::: Records shown :::

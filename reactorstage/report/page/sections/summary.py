"""Half a page: inside the limits or not, what costs money, what to change first, what to worry about."""

from __future__ import annotations

from collections.abc import Sequence
from functools import partial

from reactorstage.optimiser.result import CANNOT, INSIDE, NO_ANSWER
from reactorstage.report import bounds, sentences
from reactorstage.report.accounts import accounts
from reactorstage.report.aim import MONEY, aim_of, cost_difference
from reactorstage.report.cautions import SHORT
from reactorstage.report.changes import spoken
from reactorstage.report.display import and_list, counted, difference_kind, fixed, readable, shown, told, unit
from reactorstage.report.moves import first_move_text
from reactorstage.report.page.parts import Facts, Section
from reactorstage.report.page.said import said
from reactorstage.report.page.subject import Search, Subject
from reactorstage.report.phase import near_a_boundary
from reactorstage.report.reach import conflict_text
from reactorstage.report.worths import WorthBar, worth_bars
from reactorstage.train.result import LimitState, Rating

MOST_WORTHS = 3
MOST_BROKEN = 6


def summary(subject: Subject) -> Section:
    """The answers to what a reader asks first."""
    return Section("summary", "Summary", (Facts(tuple(summary_facts(subject)), loud=True),))


def summary_facts(subject: Subject) -> list[tuple[str, tuple[str, ...]]]:
    """Questions with their answers, those without one left out."""
    money = aim_of(subject.now).kind == MONEY
    facts = (
        ("Inside its limits?", tuple(inside(subject))),
        ("What does it cost?" if money else "What does it achieve?", tuple(cost(subject))),
        ("Which limits cost money?" if money else "Which limits hold it back?", tuple(dear_limits(subject))),
        ("What to change first?", tuple(first(subject))),
        ("What to worry about?", tuple(worries(subject))),
    )
    return [fact for fact in facts if fact[1]]


def inside(subject: Subject) -> list[str]:
    """Yes or no, and by which limits."""
    now = subject.now
    if now.failure:
        return [f"There is no answer: {now.failure}."]
    broken, held = bounds.broken(now), bounds.at_work(now)
    texts = []
    if broken:
        texts += broken_limits(subject, broken)
    else:
        count = sum(not state.implied for state in now.limits)
        texts.append(f"Yes, all {counted(count, 'limit')} hold." if count else "The case states no limits.")
    if held:
        texts.append(f"It stands right on {and_list(bounds.together(held))}.")
    softly = [state for state in now.limits if state.soft and not state.met]
    if softly:
        texts.append(f"Beyond a soft limit, at its price: {and_list(bounds.together(softly))}.")
    near = [bounds.sentence(state, subject.currency) for state in bounds.next_ones(now)]
    return [*texts, *([f"Nearest of the others: {'; '.join(near)}."] if near else [])]


def broken_limits(subject: Subject, broken: Sequence[LimitState]) -> list[str]:
    """How many limits are broken, then each in a line of its own."""
    cannot = subject.search is not None and subject.search.optimum.status == CANNOT
    head = "No, and no setting found meets them all. This one breaks least" if cannot else "No. Broken"
    lines = [f"{bounds.sentence(state, subject.currency)}." for state in broken[:MOST_BROKEN]]
    rest = len(broken) - MOST_BROKEN
    return [
        f"{head}: {counted(len(broken), 'limit')}.",
        *lines,
        *([f"And {rest} more below."] if rest > 0 else []),
    ]


def cost(subject: Subject) -> list[str]:
    """The aim in money or in its own unit, against today."""
    now, aim = subject.now, aim_of(subject.now)
    value = now.quantities.get(aim.quantity)
    if value is None or value.value is None:
        return []
    direction = now.case.aim.direction
    if aim.kind == MONEY:
        size = f"{fixed(shown(value.value, value.kind), 1)} {unit(value.kind, subject.currency)}"
        text = f"{size} in all (cost positive)"
    else:
        text = f"{aim.quantity} is {told(value.value, value.kind, subject.currency)} (the aim: {direction})"
    more = None if subject.behind is None else cost_difference(now, subject.behind)
    if more is not None and not aim.same(more):
        size = f"{aim.number(abs(more))} {aim.unit}".rstrip()
        better, worse = ("less", "more") if aim.kind == MONEY else ("better", "worse")
        text += f": {size} {better if more < 0 else worse} than today"
    parts = [row.text for row in accounts(now, subject.behind)][:-1]
    brackets = " (in brackets: change against today)" if subject.behind is not None else ""
    return [f"{text}.", *([f"Made of: {', '.join(parts)}{brackets}."] if len(parts) > 1 else [])]


def dear_limits(subject: Subject) -> list[str]:
    """The limits at work that matter most, with their worth in words."""
    if subject.search is None:
        return ["A rating cannot tell; optimising the case finds what each limit is worth."]
    aim = aim_of(subject.now)
    bars = worth_bars(subject.search.optimum, subject.now)
    if not bars:
        return ["None that could be found."] if subject.search.optimum.status == INSIDE else []
    return [worth_sentence(bar, aim.unit, aim.kind == MONEY) for bar in bars[:MOST_WORTHS]]


def worth_sentence(bar: WorthBar, money: str, in_money: bool) -> str:
    """`light-off, beds 1-4: 1 K more freedom saves 3.7 EUR/h, 1 K less costs 4.7 EUR/h.`"""
    number = partial(fixed, decimals=1) if in_money else readable
    verb = "saves" if in_money else "brings"
    saves = "could not be solved" if bar.saves is None else f"{verb} {number(bar.saves)} {money}"
    saves += f" and goes on paying for {bar.pays_for}" if bar.pays_for else ""
    costs = (
        "leaves no setting inside the limits" if bar.costs is None else f"costs {number(bar.costs)} {money}"
    )
    return f"{bar.name}: {bar.step} more freedom {saves}, {bar.step} less {costs}."


def first(subject: Subject) -> list[str]:
    """The first move from today with what the others bring, what would have to give, what a rating breaks."""
    search = subject.search
    if search is None:
        broken = bounds.broken(subject.now)
        return [f"Bring back inside: {and_list(bounds.together(broken))}."] if broken else []
    if search.optimum.conflict is not None:
        enough = [said(text) for text in conflict_text(search.optimum, subject.now)]
        return enough or [sentences.give_way(search.optimum.conflict, subject.now)]
    if subject.today is None:
        return (
            ["No setting was found; see how the starts ended."] if search.optimum.status == NO_ANSWER else []
        )
    return [*moves_texts(subject, search, subject.today), sentences.today_text(subject.today)]


def moves_texts(subject: Subject, search: Search, today: Rating) -> list[str]:
    """What to enter first, else the largest changes from today."""
    moves, numbers = search.optimum.moves, search.programme.numbers
    text = ""
    if moves is not None:
        text = first_move_text(moves, numbers, today, aim_of(subject.now), "listed below")
    if text:
        return [text]
    why = (
        [f"There are no moves that can be entered: {moves.note}."] if moves is not None and moves.note else []
    )
    change = sentences.first_change(search.programme, subject.now, today).removeprefix("Change first: ")
    return [change[:1].upper() + change[1:], *why]


def worries(subject: Subject) -> list[str]:
    """States, unlit beds, validity, second phases, range ends, other answers, margins, heat, the caution."""
    warned = subject.seen.warnings
    notes = [one for one in sentences.notes(subject.now) if not _said_by(one, warned)]
    texts = [*notes, near_a_boundary(subject.now)]
    if subject.search is not None:
        texts += search_worries(subject, subject.search)
    texts += [hottest(subject.now), *warned, SHORT]
    return [text for text in texts if text]


def _said_by(note: str, others: Sequence[str]) -> bool:
    """Whether another text begins with what a note says."""
    return any(other.startswith(note.rstrip(".")) for other in others)


def search_worries(subject: Subject, search: Search) -> list[str]:
    """What the search leaves open."""
    texts = [f"{note[:1].upper()}{note[1:].rstrip('.')}." for note in search.optimum.notes]
    if search.optimum.conflict is None and search.optimum.answers:
        texts += [range_end(name) for name in search.optimum.best.at_range]
        texts.append(said(sentences.margin_text(search.optimum, subject.now)))
    if search.others:
        texts.append(
            sentences.second_answer(search.programme, search.optimum, subject.now, search.others).replace(
                "more in result.json", "more below"
            )
        )
    ended = sum(start.answer >= 0 for start in search.optimum.starts)
    if ended < len(search.optimum.starts) and ended:
        texts.append(f"{ended} of {counted(len(search.optimum.starts), 'start')} ended at an answer.")
    return texts


def range_end(name: str) -> str:
    """That a number is held by its search range alone."""
    return f"At an end of its search range, where no limit holds it: {spoken(name)}; widen the range."


def hottest(rating: Rating) -> str:
    """The hottest place against the design temperature, where the case gives one."""
    design = {s.owner: s.bed.design_temperature for s in rating.case.train if s.bed is not None}
    rated = [profile for profile in rating.profiles if design.get(profile.owner) is not None]
    if not rated:
        return ""
    hot = min(rated, key=lambda profile: (design[profile.owner] or 0.0) - profile.T_peak)
    limit = design[hot.owner] or 0.0
    kind = difference_kind("temperature")
    room = f"{fixed(shown(limit - hot.T_peak, kind), 0)} {unit(kind)}"
    return (
        f"Nearest to its design temperature in steady state: {hot.owner}, {told(hot.T_peak, 'temperature')}, "
        f"{room} below {told(limit, 'temperature')}; upsets are not in this."
    )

:::

§ Requirement:
Working from the material above, restate word for word the lines between the line with "search = subject.search" and the line with "enough = [said(text)", both included, and only those.

§ Written response:
    search = subject.search
    if search is None:
        broken = bounds.broken(subject.now)
        return [f"Bring back inside: {and_list(bounds.together(broken))}."] if broken else []
    if search.optimum.conflict is not None:
        enough = [said(text) for text in conflict_text(search.optimum, subject.now)]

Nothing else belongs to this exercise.